Seafood under pine trees beats most museum days. In Koper’s coastal zone, I love how this class digs into freshness checks and teaches a real seabass fillet you can repeat later, but it’s weather-dependent since the final feast is outdoors.

You’ll also like the truly hands-on flow: you start with a glass of local wine or chilled herb water, then cook your own Mediterranean dishes with all ingredients and cookware provided. It’s a private format, so you can shape the session around what you eat and what you want to get better at.

It’s priced at $199.55 per person for about 4 hours, and the value comes from more than a meal: you leave with recipes, technique, and the confidence to handle fish without second-guessing everything.
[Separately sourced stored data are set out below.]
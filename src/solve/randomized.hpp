// pcasweep/solve/randomized.hpp — truncated PCA by randomized SVD.
//
// Contract: truncated PCA of the centred-data operator (no centred copy of
// the data is ever formed), from a Gaussian test matrix Ω (d×l,
// l = min(k + p, N, d)) drawn by a counter-based generator: bit-identical for
// a seed whatever the thread count. Eigenvalues σ²/(N−1), components = right
// singular vectors of A_c, sign by apply_sign_convention. Two schemes:
//  - fixed q (power_iterations >= 0): Halko, Martinsson & Tropp (SIAM Review
//    53(2), 2011), Algorithms 4.3/4.4: 2q + 2 passes alternating Y = A_c·W
//    (N×l) and Z = A_cᵀ·Q (d×l), each orthonormalised (orthonormalize), then
//    the small SVD of the projected l×l factor;
//  - adaptive (the default, q = −1): randomized block Krylov iteration (Musco
//    & Musco, NeurIPS 2015) with blocks of width l and Rayleigh–Ritz on the
//    whole Krylov space after every block; it stops when the leading k
//    eigenvalue estimates settle (their next relative move, extrapolated from
//    the last two, is below `tolerance`), when the space holds all of A_c, or
//    at `max_passes`. docs/performance.md gives the measurements behind it.
// (The schemes themselves, as named steps: solve/randomized_detail.hpp.)
// A sample as wide as min(N, d) is exact in two passes and stops there.
// Products go through the operator in its own precision (double, or float32
// for SingleOperator, whose paired products block Krylov then asks for in one
// sweep, except for a block it guesses to be the last, which needs only one);
// everything else is double, and the noise floors scale with the operator's
// unit_roundoff().
// Cost: passes·2·N·d·l flops plus, for block Krylov, O(s·m·l + N·l²) for the
// Gram matrix and projections (m = Krylov width, s = min(N, d)); memory: the
// data plus O((N + d)·l) for the power scheme; for block Krylov O(N·l + d·m)
// when d <= N and O(N·m + d·m) otherwise (m <= l·(max_passes + 1)/2).
#pragma once

#include <cstdint>
#include <vector>

#include "solve/operator.hpp"
#include "solve/solve_report.hpp"

namespace pcasweep {

// Adaptive stopping rule: the extrapolated next move of any of the leading k
// eigenvalue estimates, relative to that eigenvalue (never to less than 1e-9
// of the total variance). Chosen from measurements (docs/performance.md).
inline constexpr double kDefaultTolerance = 1e-6;
// At most this many products with the data in adaptive mode (13 Krylov blocks).
inline constexpr int kMaxAdaptivePasses = 25;

struct RandomizedSettings {
  Eigen::Index rank = 0;          // k, components returned (1 <= k <= min(N, d))
  int oversample = 10;            // p
  int power_iterations = -1;      // q >= 0 fixed; -1 adaptive
  std::uint64_t seed = 1;
  double tolerance = kDefaultTolerance;  // adaptive rule only
  int max_passes = kMaxAdaptivePasses;   // adaptive rule only
};

// op: N×d centred data, N >= 2. Returns a Basis with r = k components and a
// report with the randomized fields filled (see solve_report.hpp). Throws Error(data) for N < 2,
// Error(usage) for k outside 1..min(N, d) or negative p.
Solution solve_randomized(const CenteredOperator& op, const RandomizedSettings& settings);

// Standard normal samples: entry i of the column-major rows×cols matrix is a
// pure function of (seed, i) (Box–Muller on a SplitMix64 hash of the counter).
// Returns rows×cols.
Eigen::MatrixXd gaussian_matrix(Eigen::Index rows, Eigen::Index cols, std::uint64_t seed);

// M: m×l, m >= l. Replaces M by Q (m×l, orthonormal columns) and returns R
// (l×l upper triangular) with M = Q·R. By CholeskyQR2 (two rounds of Gram →
// Cholesky → triangular solve: BLAS-3 work, measured faster than Householder,
// docs/performance.md); when the block is too ill-conditioned for it (a rank-
// deficient sample, say) by Householder QR instead, and then sets *fell_back.
Eigen::MatrixXd orthonormalize(Eigen::MatrixXd& M, bool* fell_back = nullptr);

// The same by Householder QR (blocked, Eigen) always: orthonormalize's
// fallback, and its comparison in pcasweep-bench.
Eigen::MatrixXd orthonormalize_householder(Eigen::MatrixXd& M);

}  // namespace pcasweep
Just remember, the sample menu includes raw fish preparations, so you should be comfortable learning those safety steps.

Key highlights you’ll feel right away

  • Private instruction with Irena at Fonda Fish Garden, not a crowded demo
  • Freshness, cleaning, and filleting skills focused on seabass
  • Raw fish handling taught safely, including sashimi-style prep
  • A full Mediterranean lineup, from fish soup to seabass ala Fonda
  • Salt-and-sea context during the day, with Piran and Secovlje Salina Nature Park stops
  • Final feast under pine trees with dessert to close the meal

Fonda Fish Garden and Irena’s fish-first way of teaching

Private Mediterranean Fish Cooking Workshop with Irena - Fonda Fish Garden and Irena’s fish-first way of teaching
This experience centers on Fonda Fish Garden in the Portorož–Piran stretch of Slovenia’s Adriatic coast. The setting matters. You get out of the classroom feeling and into a working, sea-focused atmosphere where the day is about food you can understand, not just food you consume.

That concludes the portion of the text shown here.